Carlo Sansone was born in Naples, Italy, in 1969. He received the Laurea degree (cum laude) in electronic engineering in 1993 and the Ph.D. degree in electronic and computer engineering in 1997, both from the University of Naples “Federico II.” Since 1997, he has been an Assistant Professor of computer science, database systems, and neural programming at the University of Naples “Federico II” and, more recently, of computer science at the University of Cassino. His research interests are in the fields of neural networks theory and classification methodologies, exploiting applications in different areas of pattern recognition as optical character recognition, document processing, and signature verification. Dr. Sansone is a Member of the International Association for Pattern Recognition (IAPR).

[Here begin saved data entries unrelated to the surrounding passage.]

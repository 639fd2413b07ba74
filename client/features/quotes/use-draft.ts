import { type QueryClient, useQueryClient } from '@tanstack/react-query';
import { useCallback, useEffect, useMemo, useRef, useState } from 'react';
import { call } from '#client/api/call.ts';
import { ProblemError } from '#client/api/problem-error.ts';
import { type QuoteView, saveDraft } from '#contract/quotes';
import type { QuoteDraft } from '#domain/quotes/index';
import type { Instant } from '#domain/time/index';
import { type Autosave, createAutosave, type SaveState } from './autosave.ts';
import { quoteQuery } from './queries.ts';

const REST_MS = 600;

type WireDraft = NonNullable<QuoteView['draft']>;

export interface DraftDesk {
  readonly draft: QuoteDraft;
  /** Version of the draft as it was saved last. */
  readonly version: number;
  readonly state: SaveState;
  readonly savedAt: Instant;
  /** Why the last save failed. */
  readonly problem: ProblemError | undefined;
  change(next: QuoteDraft): void;
  /** Saves what is not saved yet; the version to go on from, or undefined when it could not be saved. */
  flush(): Promise<number | undefined>;
  /** After a conflict: the newer draft from the server, in place of one's own. */
  takeTheirs(): Promise<void>;
  /** After a conflict: one's own draft over the newer one, because a person said so. */
  keepMine(): Promise<void>;
}

/** A draft being written: on the screen at once, on the server a moment later. */
export function useDraft(quote: QuoteView, initial: QuoteDraft): DraftDesk {
  const client = useQueryClient();
  const [draft, setDraft] = useState(initial);
  const [state, setState] = useState<SaveState>('saved');
  const [savedAt, setSavedAt] = useState<Instant>(quote.changedAt);
  const [problem, setProblem] = useState<ProblemError>();
  const [generation, setGeneration] = useState(0);
  const version = useRef(quote.draftVersion);
  const [shownVersion, setShownVersion] = useState(quote.draftVersion);
  const autosave = useRef<Autosave<QuoteDraft>>(undefined);
  const mine = useRef(draft);
  mine.current = draft;
  const overwrite = useRef(false);
  const { quoteId } = quote;

  // biome-ignore lint/correctness/useExhaustiveDependencies: a new generation begins anew on the version just read
  useEffect(() => {
    const saving = createAutosave<QuoteDraft>({
      version: version.current,
      restMs: REST_MS,
      save: async (next, from) => {
        const saved = await saveAndShare(client, quoteId, next, from);
        version.current = saved.draftVersion;
        setShownVersion(saved.draftVersion);
        setSavedAt(saved.savedAt);
        return { version: saved.draftVersion };
      },
      isConflict: (error) => error instanceof ProblemError && error.code === 'conflict',
      onState: (next, error) => {
        setState(next);
        setProblem(error instanceof ProblemError ? error : undefined);
      },
    });
    autosave.current = saving;
    if (overwrite.current) {
      overwrite.current = false;
      saving.change(mine.current);
    }
    return () => {
      void saving.flush().finally(() => saving.stop());
    };
  }, [client, quoteId, generation]);

  const change = useCallback((next: QuoteDraft) => {
    setDraft(next);
    autosave.current?.change(next);
  }, []);

  const flush = useCallback(async () => await autosave.current?.flush(), []);

  const beginAnew = useCallback(async () => {
    const newer = await client.fetchQuery({ ...quoteQuery(quoteId), staleTime: 0 });
    version.current = newer.draftVersion;
    setShownVersion(newer.draftVersion);
    setSavedAt(newer.changedAt);
    setProblem(undefined);
    setGeneration((before) => before + 1);
    return newer;
  }, [client, quoteId]);

  const takeTheirs = useCallback(async () => {
    const newer = await beginAnew();
    if (newer.draft) setDraft(newer.draft);
    setState('saved');
  }, [beginAnew]);

  const keepMine = useCallback(async () => {
    overwrite.current = true;
    await beginAnew();
  }, [beginAnew]);

  useWarnBeforeLeaving(state !== 'saved');
  return useMemo(
    () => ({ draft, version: shownVersion, state, savedAt, problem, change, flush, takeTheirs, keepMine }),
    [draft, shownVersion, state, savedAt, problem, change, flush, takeTheirs, keepMine],
  );
}

/** Saves a draft; what other pages read of this quote is then the draft just saved, not the one first fetched. */
async function saveAndShare(client: QueryClient, quoteId: number, draft: QuoteDraft, draftVersion: number) {
  const body = { draft: draft as WireDraft, draftVersion };
  const saved = await call(saveDraft, { params: { quoteId }, body });
  client.setQueryData(quoteQuery(quoteId).queryKey, (before) =>
    before
      ? {
          ...before,
          draft: body.draft,
          draftVersion: saved.draftVersion,
          changedAt: saved.savedAt,
          prices: saved.prices,
          draftDiffers: true,
        }
      : before,
  );
  return saved;
}

/** The browser asks before a page with unsaved work is closed. */
function useWarnBeforeLeaving(unsaved: boolean): void {
  useEffect(() => {
    if (!unsaved) return;
    const warn = (event: BeforeUnloadEvent) => event.preventDefault();
    window.addEventListener('beforeunload', warn);
    return () => window.removeEventListener('beforeunload', warn);
  }, [unsaved]);
}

Mario Vento was born in Italy in 1960. In 1984, he received the Laurea degree (cum laude) in electronic engineering, and in 1988, the Ph.D. degree in electronic and computer engineering, both from the University of Naples “Federico II,” Italy. Since 1989, he has been an Assistant Professor at the “Dipartimento di Informatica e Sistemistica” in the Faculty of Engineering of the University of Naples, where he is currently an Associate Professor of computer science and artificial intelligence. His interests involve basic research in the areas of artificial intelligence, image analysis, pattern recognition, machine learning, and parallel computing in artificial vision. He is especially dedicated to classification techniques, either statistical, syntactic, and structural, giving contributions to neural network theory, statistical learning, exact and inexact graph matching, multiexpert classification, and learning methodologies for structural descriptions. He participated in several projects in the areas of handwritten character recognition, document processing, car plate recognition, signature verification, raster to vector conversion of technical drawings, and automatic interpretation of biomedical images. He has authored over 70 research papers in international journals and conference proceedings. Dr. Vento is a Member of the International Association for Pattern Recognition (IAPR), and of IAPR Technical Committee on “Graph Based Representations” (TC15).